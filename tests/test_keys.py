"""Key rotation and expiry: a rotated-out key keeps working for its overlap and not a second
longer, an expired key is told apart from an unknown one, and a running server picks up a
rotation from the keys file (also when the file is swapped by symlink, as a Secret volume does)
without a restart. Times are fixed in the unit tests, so nothing depends on the clock."""

from __future__ import annotations

import contextlib
import datetime as dt
import os
import subprocess
import sys
import time
from collections.abc import Iterator
from pathlib import Path

import httpx
import numpy as np
import pytest
import yaml

from service.keys import KeysError, add_key, hash_key, load_keyring
from tests.conftest import ROOT, assert_problem, in_process, start_server, stop_server

T0 = dt.datetime(2026, 12, 3, 12, 0, tzinfo=dt.UTC)
HOUR = dt.timedelta(hours=1)


def test_rotation_keeps_the_old_key_for_its_overlap_only(tmp_path: Path) -> None:
    keys = tmp_path / "keys.yaml"
    old = add_key(keys, "usher-desk", now=T0)
    new = add_key(keys, "usher-desk", rotate=True, overlap=2 * HOUR, now=T0)
    ring = load_keyring(keys)
    for moment, old_ok in ((T0, True), (T0 + 2 * HOUR - dt.timedelta(seconds=1), True)):
        assert (ring.identify(old, moment) is not None) is old_ok
    assert ring.identify(old, T0 + 2 * HOUR) is None  # the window is half-open: [T0, T0 + 2h)
    # A time without a zone is UTC, as in the keys file, whatever the machine's zone.
    with _local_zone("Etc/GMT+5"):
        naive = (T0 + 2 * HOUR).replace(tzinfo=None)
        assert ring.identify(old, naive - dt.timedelta(seconds=1)) is not None
        assert ring.identify(old, naive) is None
    assert ring.match(old) is not None  # still known, so the service can say "expired"
    assert ring.identify(new, T0 + 1000 * HOUR) is not None
    assert ring.names("client") == ["usher-desk"]  # one name, however many hashes
    # A second rotation after the first window closed drops the dead hash from the file.
    newest = add_key(keys, "usher-desk", rotate=True, overlap=HOUR, now=T0 + 3 * HOUR)
    stored = yaml.safe_load(keys.read_text())["clients"]["usher-desk"]
    assert stored["sha256"] == hash_key(newest)
    assert [p["sha256"] for p in stored["previous"]] == [hash_key(new)]


def test_expiry_caps_the_overlap_and_is_reported(tmp_path: Path) -> None:
    keys = tmp_path / "keys.yaml"
    old = add_key(keys, "surtitle-booth", expires_in=dt.timedelta(days=3), now=T0)
    ring = load_keyring(keys)
    assert ring.identify(old, T0 + dt.timedelta(days=3)) is None
    (entry,) = ring.describe(T0 + dt.timedelta(days=1), warn_days=14)
    assert entry["expires"] == "2026-12-06T12:00:00Z"
    assert entry["days_left"] == 2.0 and entry["near_expiry"] and not entry["expired"]
    assert not ring.describe(T0, warn_days=1)[0]["near_expiry"]
    # Rotating a key that expires in 3 days with a 10-day overlap keeps it only until expiry.
    add_key(keys, "surtitle-booth", rotate=True, overlap=dt.timedelta(days=10), now=T0)
    ring = load_keyring(keys)
    assert ring.identify(old, T0 + dt.timedelta(days=3)) is None
    (entry,) = ring.describe(T0, warn_days=14)
    assert entry["expires"] is None and entry["previous_accepted_until"] == ["2026-12-06T12:00:00Z"]


@pytest.mark.parametrize(
    ("entry", "needle"),
    [
        ({"sha256": "z" * 64}, "not hexadecimal"),
        ({"sha256": "a" * 63}, "64 hex digits"),
        ({"sha256": "a" * 64, "expires": "next tuesday"}, "ISO 8601"),
        ({"sha256": "a" * 64, "previous": [{"sha256": "b" * 64}]}, "until"),
        ({"sha256": "a" * 64, "owner": "x"}, "expected"),
    ],
)
def test_bad_entries_are_refused_with_their_place(
    tmp_path: Path, entry: dict[str, object], needle: str
) -> None:
    keys = tmp_path / "keys.yaml"
    keys.write_text(yaml.safe_dump({"clients": {"usher-desk": entry}}))
    with pytest.raises(KeysError, match=needle) as caught:
        load_keyring(keys)
    assert "clients.usher-desk" in str(caught.value)
    with pytest.raises(KeysError):  # and never rewritten by a rotation
        add_key(keys, "usher-desk", rotate=True)


def test_an_expired_key_is_told_apart_from_an_unknown_one(registry: Path, tmp_path: Path) -> None:
    keys = tmp_path / "keys.yaml"
    keys.write_text(
        yaml.safe_dump(
            {"clients": {"usher-desk": {"sha256": hash_key("ks_old"), "expires": "2026-01-01"}}}
        )
    )
    with in_process(registry, keys=keys) as client:
        headers = {"Authorization": "Bearer ks_old"}
        got = client.post("/v1/pick", json={"logits": [0.0, 1.0]}, headers=headers)
        assert_problem(got, 401, "expired at 2026-01-01")
        got = client.post("/v1/pick", json={"logits": [0.0, 1.0]}, headers=AUTH_NOBODY)
        assert_problem(got, 401, "not known")


AUTH_NOBODY = {"Authorization": "Bearer ks_nobody"}


def test_rotation_needs_a_key_to_rotate(tmp_path: Path) -> None:
    with pytest.raises(KeysError, match="no key to rotate"):
        add_key(tmp_path / "keys.yaml", "usher-desk", rotate=True)


def _cli(*args: str) -> str:
    done = subprocess.run(
        [sys.executable, "-m", "service.cli", "keys", "add", *args],
        capture_output=True,
        text=True,
        check=True,
        cwd=ROOT,
    )
    return done.stdout.strip()


def _pick(base: str, key: str) -> httpx.Response:
    logits = np.linspace(-2, 2, 50, dtype=np.float32).tolist()
    return httpx.post(
        f"{base}/v1/pick",
        json={"logits": logits, "seed": 1},
        headers={"Authorization": f"Bearer {key}"},
        timeout=10,
    )


def _until(condition: object, seconds: float = 10.0) -> None:
    deadline = time.monotonic() + seconds
    while time.monotonic() < deadline:
        if condition():  # type: ignore[operator]
            return
        time.sleep(0.2)
    raise AssertionError("the server did not pick up the keys file in time")


def test_a_running_server_picks_up_a_rotation_through_a_swapped_symlink(
    registry: Path, tmp_path: Path
) -> None:
    # The layout a Kubernetes Secret volume has: keys.yaml -> ..data/keys.yaml, and ..data a
    # symlink to a timestamped folder that an update replaces in one rename.
    volume = tmp_path / "secret"
    first = volume / "..2026_12_03_12_00_00.1"
    first.mkdir(parents=True)
    usher = _cli("usher-desk", "--keys", str(first / "keys.yaml"))
    admin = _cli("stage-manager", "--admin", "--keys", str(first / "keys.yaml"))
    (volume / "..data").symlink_to(first.name)
    (volume / "keys.yaml").symlink_to("..data/keys.yaml")
    server = start_server(
        registry,
        workers=2,
        KEEPSET_KEYS=str(volume / "keys.yaml"),
        KEEPSET_RELOAD_POLL_SECONDS="0.3",
    )
    try:
        base = server.base_url
        assert _pick(base, usher).status_code == 200
        # The update: a new folder with the rotated file, then the atomic swap of ..data.
        second = volume / "..2026_12_03_12_05_00.2"
        second.mkdir()
        (second / "keys.yaml").write_bytes((first / "keys.yaml").read_bytes())
        rotated = _cli(
            "usher-desk", "--rotate", "--overlap-hours", "1", "--expires-days", "5",
            "--keys", str(second / "keys.yaml"),
        )  # fmt: skip
        (volume / "..data_tmp").symlink_to(second.name)
        os.replace(volume / "..data_tmp", volume / "..data")
        # Every worker takes the new key; the old one keeps working through the overlap.
        _until(lambda: all(_pick(base, rotated).status_code == 200 for _ in range(8)))
        assert all(_pick(base, usher).status_code == 200 for _ in range(8))
        routes = httpx.get(
            f"{base}/v1/routes", headers={"Authorization": f"Bearer {admin}"}, timeout=10
        ).json()
        entry = next(k for k in routes["keys"] if k["name"] == "usher-desk")
        assert entry["near_expiry"] and 4.9 < entry["days_left"] <= 5.0
        assert len(entry["previous_accepted_until"]) == 1
        # A rotation with no overlap ends the old key at once.
        third = volume / "..2026_12_03_12_10_00.3"
        third.mkdir()
        (third / "keys.yaml").write_bytes((second / "keys.yaml").read_bytes())
        _cli(
            "usher-desk", "--rotate", "--overlap-hours", "0",
            "--keys", str(third / "keys.yaml"),
        )  # fmt: skip
        (volume / "..data_tmp").symlink_to(third.name)
        os.replace(volume / "..data_tmp", volume / "..data")
        # (the first key too, though its own window had most of an hour left).
        _until(lambda: all(_pick(base, rotated).status_code == 401 for _ in range(8)))
        assert_problem(_pick(base, rotated), 401, "not known")
        assert_problem(_pick(base, usher), 401, "not known")
        # A broken keys file keeps the last good keys.
        (volume / "..data" / "keys.yaml").unlink()
        time.sleep(1.0)
        assert _pick(base, admin).status_code == 403  # still known: an admin key, not a client
    finally:
        stop_server(server)


@contextlib.contextmanager
def _local_zone(zone: str) -> Iterator[None]:
    """The process's local time zone set to ``zone`` (POSIX ``TZ``) for a while."""
    before = os.environ.get("TZ")
    os.environ["TZ"] = zone
    time.tzset()
    try:
        yield
    finally:
        if before is None:
            del os.environ["TZ"]
        else:
            os.environ["TZ"] = before
        time.tzset()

#####

Your instructions:
The word "needle" appears in some lines above. Return every one of those lines.

Answer section:
    ("entry", "needle"),
    tmp_path: Path, entry: dict[str, object], needle: str
    with pytest.raises(KeysError, match=needle) as caught:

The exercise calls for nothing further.